== Activity ==
Set down every record below exactly as it stands.

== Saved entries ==
┌──

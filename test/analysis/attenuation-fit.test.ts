/**
 * The attenuation fit against the broadband worked case of the shared method notes (C39): because
 * the echo spectrum slides down with depth (Kuc 1984, IEEE Trans ASSP 32(1):1–6), a narrowband
 * straight line through the residual reads a deep attenuation change far too low; the fit through
 * the engine's broadband loss recovers it.
 */
import {describe, expect, it} from 'vitest';
import {bandSampleDepths} from '../../src/analysis/applied-gain.js';
import {fitLayerAttenuation, withLayerAlpha} from '../../src/analysis/attenuation-fit.js';
import {pathModelOf} from '../../src/engine/compensation-curve.js';
import {bandwidthForSigma, custom, plan as buildPlan} from '../helpers/plans.js';

// C39: 3.5 MHz, power-spectrum σ 0.6317 MHz; plan 0.5 dB/cm/MHz throughout, truth 0.8 below 7.2 cm.
const tissue = custom('uniform test medium', 1540, 1060, 0.5, 1);
const plan = buildPlan(
	[
		{tissue, thicknessCm: 7.2},
		{tissue, thicknessCm: 20},
	],
	{centerMhz: 3.5, bandwidthFraction: bandwidthForSigma(3.5, 0.6317)},
);
const truth = withLayerAlpha(plan, 1, 0.8);
const planLoss = pathModelOf(plan);
const trueLoss = pathModelOf(truth);

describe('C39: broadband fit of a deep attenuation change', () => {
	it('uniform 0.5 → 0.8: the residual at 10 cm is 13.834 dB, a narrowband reading of 0.198 (Kuc 1984 downshift)', () => {
		const uniformTruth = withLayerAlpha(withLayerAlpha(plan, 0, 0.8), 1, 0.8);
		const residual = pathModelOf(uniformTruth).lossAt(10) - planLoss.lossAt(10);
		expect(residual).toBeCloseTo(13.834, 2);
		expect(residual / (2 * 3.5 * 10)).toBeCloseTo(0.198, 3);
	});

	// Bands 8–12.5 cm, noise-free residual = expected − measured loss difference.
	const edges = [8, 9, 10, 11, 12, 12.5];
	const bands = edges.slice(0, -1).map((top, i) => {
		const depths = bandSampleDepths(top, edges[i + 1]!);
		const mean = (f: (d: number) => number) => depths.reduce((s, d) => s + f(d), 0) / depths.length;
		return {sampleDepthsCm: depths, residualDb: mean((d) => planLoss.lossAt(d) - trueLoss.lossAt(d)), sdDb: 0.1};
	});

	it('a straight narrowband line through the residual reads Δα ≈ 0.18, not 0.30 (C39: 0.181)', () => {
		const xs = bands.map((b) => b.sampleDepthsCm.reduce((s, d) => s + d, 0) / b.sampleDepthsCm.length);
		const ys = bands.map((b) => b.residualDb);
		const mx = xs.reduce((a, b) => a + b, 0) / xs.length;
		const my = ys.reduce((a, b) => a + b, 0) / ys.length;
		let sxy = 0;
		let sxx = 0;
		xs.forEach((x, i) => {
			sxy += (x - mx) * (ys[i]! - my);
			sxx += (x - mx) ** 2;
		});
		const lineDelta = -sxy / sxx / (2 * 3.5);
		expect(lineDelta).toBeGreaterThan(0.17);
		expect(lineDelta).toBeLessThan(0.2);
	});

	it('the iterated broadband fit recovers Δα = 0.300 (C39) with an interval that holds it', () => {
		const fit = fitLayerAttenuation(plan, 1, bands);
		expect(fit.alphaDbPerCmMhz).toBeCloseTo(0.8, 3);
		expect(fit.low).toBeLessThan(0.8);
		expect(fit.high).toBeGreaterThan(0.8);
		for (const l of fit.leftoverDb) expect(Math.abs(l)).toBeLessThan(0.01);
	});

	it('halving every band SD halves the reported SD (precision scales with the speckle statistics)', () => {
		const a = fitLayerAttenuation(plan, 1, bands);
		const b = fitLayerAttenuation(
			plan,
			1,
			bands.map((x) => ({...x, sdDb: x.sdDb / 2})),
		);
		expect(b.sd / a.sd).toBeCloseTo(0.5, 3);
	});
});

└──

== Result of this exercise ==
filename test/analysis/attenuation-fit.test.ts
/**
 * The attenuation fit against the broadband worked case of the shared method notes (C39): because
 * the echo spectrum slides down with depth (Kuc 1984, IEEE Trans ASSP 32(1):1–6), a narrowband
 * straight line through the residual reads a deep attenuation change far too low; the fit through
 * the engine's broadband loss recovers it.
 */
import {describe, expect, it} from 'vitest';
import {bandSampleDepths} from '../../src/analysis/applied-gain.js';
import {fitLayerAttenuation, withLayerAlpha} from '../../src/analysis/attenuation-fit.js';
import {pathModelOf} from '../../src/engine/compensation-curve.js';
import {bandwidthForSigma, custom, plan as buildPlan} from '../helpers/plans.js';

// C39: 3.5 MHz, power-spectrum σ 0.6317 MHz; plan 0.5 dB/cm/MHz throughout, truth 0.8 below 7.2 cm.
const tissue = custom('uniform test medium', 1540, 1060, 0.5, 1);
const plan = buildPlan(
	[
		{tissue, thicknessCm: 7.2},
		{tissue, thicknessCm: 20},
	],
	{centerMhz: 3.5, bandwidthFraction: bandwidthForSigma(3.5, 0.6317)},
);
const truth = withLayerAlpha(plan, 1, 0.8);
const planLoss = pathModelOf(plan);
const trueLoss = pathModelOf(truth);

describe('C39: broadband fit of a deep attenuation change', () => {
	it('uniform 0.5 → 0.8: the residual at 10 cm is 13.834 dB, a narrowband reading of 0.198 (Kuc 1984 downshift)', () => {
		const uniformTruth = withLayerAlpha(withLayerAlpha(plan, 0, 0.8), 1, 0.8);
		const residual = pathModelOf(uniformTruth).lossAt(10) - planLoss.lossAt(10);
		expect(residual).toBeCloseTo(13.834, 2);
		expect(residual / (2 * 3.5 * 10)).toBeCloseTo(0.198, 3);
	});

	// Bands 8–12.5 cm, noise-free residual = expected − measured loss difference.
	const edges = [8, 9, 10, 11, 12, 12.5];
	const bands = edges.slice(0, -1).map((top, i) => {
		const depths = bandSampleDepths(top, edges[i + 1]!);
		const mean = (f: (d: number) => number) => depths.reduce((s, d) => s + f(d), 0) / depths.length;
		return {sampleDepthsCm: depths, residualDb: mean((d) => planLoss.lossAt(d) - trueLoss.lossAt(d)), sdDb: 0.1};
	});

	it('a straight narrowband line through the residual reads Δα ≈ 0.18, not 0.30 (C39: 0.181)', () => {
		const xs = bands.map((b) => b.sampleDepthsCm.reduce((s, d) => s + d, 0) / b.sampleDepthsCm.length);
		const ys = bands.map((b) => b.residualDb);
		const mx = xs.reduce((a, b) => a + b, 0) / xs.length;
		const my = ys.reduce((a, b) => a + b, 0) / ys.length;
		let sxy = 0;
		let sxx = 0;
		xs.forEach((x, i) => {
			sxy += (x - mx) * (ys[i]! - my);
			sxx += (x - mx) ** 2;
		});
		const lineDelta = -sxy / sxx / (2 * 3.5);
		expect(lineDelta).toBeGreaterThan(0.17);
		expect(lineDelta).toBeLessThan(0.2);
	});

	it('the iterated broadband fit recovers Δα = 0.300 (C39) with an interval that holds it', () => {
		const fit = fitLayerAttenuation(plan, 1, bands);
		expect(fit.alphaDbPerCmMhz).toBeCloseTo(0.8, 3);
		expect(fit.low).toBeLessThan(0.8);
		expect(fit.high).toBeGreaterThan(0.8);
		for (const l of fit.leftoverDb) expect(Math.abs(l)).toBeLessThan(0.01);
	});

	it('halving every band SD halves the reported SD (precision scales with the speckle statistics)', () => {
		const a = fitLayerAttenuation(plan, 1, bands);
		const b = fitLayerAttenuation(
			plan,
			1,
			bands.map((x) => ({...x, sdDb: x.sdDb / 2})),
		);
		expect(b.sd / a.sd).toBeCloseTo(0.5, 3);
	});
});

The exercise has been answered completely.